Remember when Tesla was just a weird car company with a $20 stock price? That was before the world lost its mind. Before COVID lockdowns, before the fake ventilators, before Elon started cosplaying as Iron Man. Then the stimmy checks hit. And like that, everyone with a Robinhood app became a “long-term investor” in what would become the most overpriced car company in history.

What followed wasn’t investing—it was gambling with government money. And Tesla, the perfect storm of brand cult, tech mystique, and media hype, became the meme-stock king. It didn’t matter that they weren’t selling 10x more cars. It didn’t matter that full self-driving still didn’t work. The stock 10x’d anyway.

From $20 to $200+ — Without 10x Growth

In early 2020, before the pandemic, Tesla traded at about $20 a share post-split. That price already assumed generous future growth. But then came COVID, and the company that wasn’t even allowed to operate during lockdowns somehow became a national treasure. Elon defied shutdown orders, claimed he was making ventilators (he wasn’t), and used that moment to cast himself as some sort of maverick savior.

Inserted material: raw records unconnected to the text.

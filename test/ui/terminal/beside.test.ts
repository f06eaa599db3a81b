// Files beside a notebook: found by name in its folder and below, and nowhere else.

import { mkdirSync, mkdtempSync, rmSync, writeFileSync } from "node:fs"
import { tmpdir } from "node:os"
import { join } from "node:path"
import { afterAll, beforeAll, describe, expect, it } from "vitest"
import { digest } from "../../../storage/file/index.ts"
import { besideIn, placeIn } from "../../../ui/terminal/beside.ts"

let folder = ""

beforeAll(() => {
  folder = mkdtempSync(join(tmpdir(), "etamu-beside-"))
  mkdirSync(join(folder, "book", "data"), { recursive: true })
  writeFileSync(join(folder, "outside.csv"), "secret")
  writeFileSync(join(folder, "book", "a.csv"), "a\n1\n")
  writeFileSync(join(folder, "book", "data", "b.csv"), "b\n1\n")
})

afterAll(() => rmSync(folder, { recursive: true, force: true }))

describe("a file beside a notebook", () => {
  it.each(["a.csv", "data/b.csv"])("is found: %s", async (name) => {
    const looked = await besideIn(join(folder, "book"), name)
    expect(looked).toMatchObject({
      found: "file",
      file: { enclosed: { name, media: "text/csv", size: 4, sha256: digest(`${name.includes("b.csv") ? "b" : "a"}\n1\n`) } },
    })
  })

  it("is not found where there is none", async () => {
    expect(await besideIn(join(folder, "book"), "c.csv")).toEqual({ found: "nothing" })
    expect(await besideIn(join(folder, "book"), "a.csv/c.csv")).toEqual({ found: "nothing" })
  })

  it.each(["../outside.csv", "data/../../outside.csv", "/etc/hostname", "..", ".", "", "data\\b.csv", "C:b.csv", "a\0.csv", "data/"])(
    "is never looked for elsewhere: %j",
    async (name) => {
      expect(placeIn(join(folder, "book"), name)).toBeNull()
      expect((await besideIn(join(folder, "book"), name)).found).toBe("unfit")
    },
  )

  it("has to be a file", async () => {
    expect(await besideIn(join(folder, "book"), "data")).toEqual({ found: "unfit", why: "data is not a file." })
  })
})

And just like that, retail investors flooded in. Most didn’t even like cars. They just had extra money—not because of profit, but because of stimulus. And unlike traditional bailouts, these stimmy checks went to everyone, whether they needed them or not. What did people do? They bought stocks. Or Dogecoin. Or Tesla. It was all the same to them.

Tesla Didn’t Earn the Valuation. It Inhaled It.

Let’s be clear: Tesla never grew 10x in output. They didn’t produce 10x more cars, they didn’t suddenly dominate global markets, and their profits didn’t go from “tiny” to “tech giant.” In fact, they were still selling fewer cars than Ford, Toyota, or Volkswagen. They just had the best story.

But the fantasy was contagious. Tesla’s market cap ballooned past $1 trillion at one point. That’s more than Toyota, Ford, GM, and Volkswagen—combined. All for a company that had never turned a meaningful profit without selling regulatory credits.

A Casino Disguised as a Car Company

Tesla’s stock is so volatile, its daily price swings are sometimes larger than the entire market cap of Ford or Nissan. Think about that. One day of irrational investor sentiment can wipe out or add more value than entire auto companies.

And the media? Useless. They publish “Tesla is up today” or “Tesla is down today” articles like weather reports, with whatever narrative they think fits. By the time the story is written, the price has already moved the opposite direction.

No one actually knows why it moves. Because none of it makes sense.

Full Self-Driving: Vaporware With a Price Tag

Tesla’s supposed trump card—Full Self-Driving—has been “coming soon” since at least 2016. That infamous FSD demo video? It was faked. And today, it still doesn’t work reliably. You have to pay $8,000–$15,000 for software that’s not finished, that resets with each new vehicle, and that has already failed basic safety tests.

Meanwhile, BYD is giving their version of driver assistance away for free … on cars that cost less than Tesla’s FSD software itself traditionally. So are most other automakers. The idea that Tesla has a “software moat” is pure fiction—unless you count lock-in schemes and sunk-cost fallacies.

Musk Sold. His Fans Bought.

Musk cashed out billions. His brother Kimbal sold. Multiple board members have quietly dumped shares. But while insiders are selling, Elon’s telling employees to HODL and retail investors to “believe.” Because as long as someone’s buying, he can keep taking out margin loans against inflated stock and fund whatever scheme he’s chasing this week—X, XAI, Mars, or memes.

There’s No One Left to Sell To

At this point, everyone who believed in Tesla’s future already bought in. The early tech optimists? They made their 10x and left. Institutions? They’re trying to unload slowly, without tanking the price. Who’s left? Right-wing culture warriors and average American taxpayers who thought Tesla would make them rich.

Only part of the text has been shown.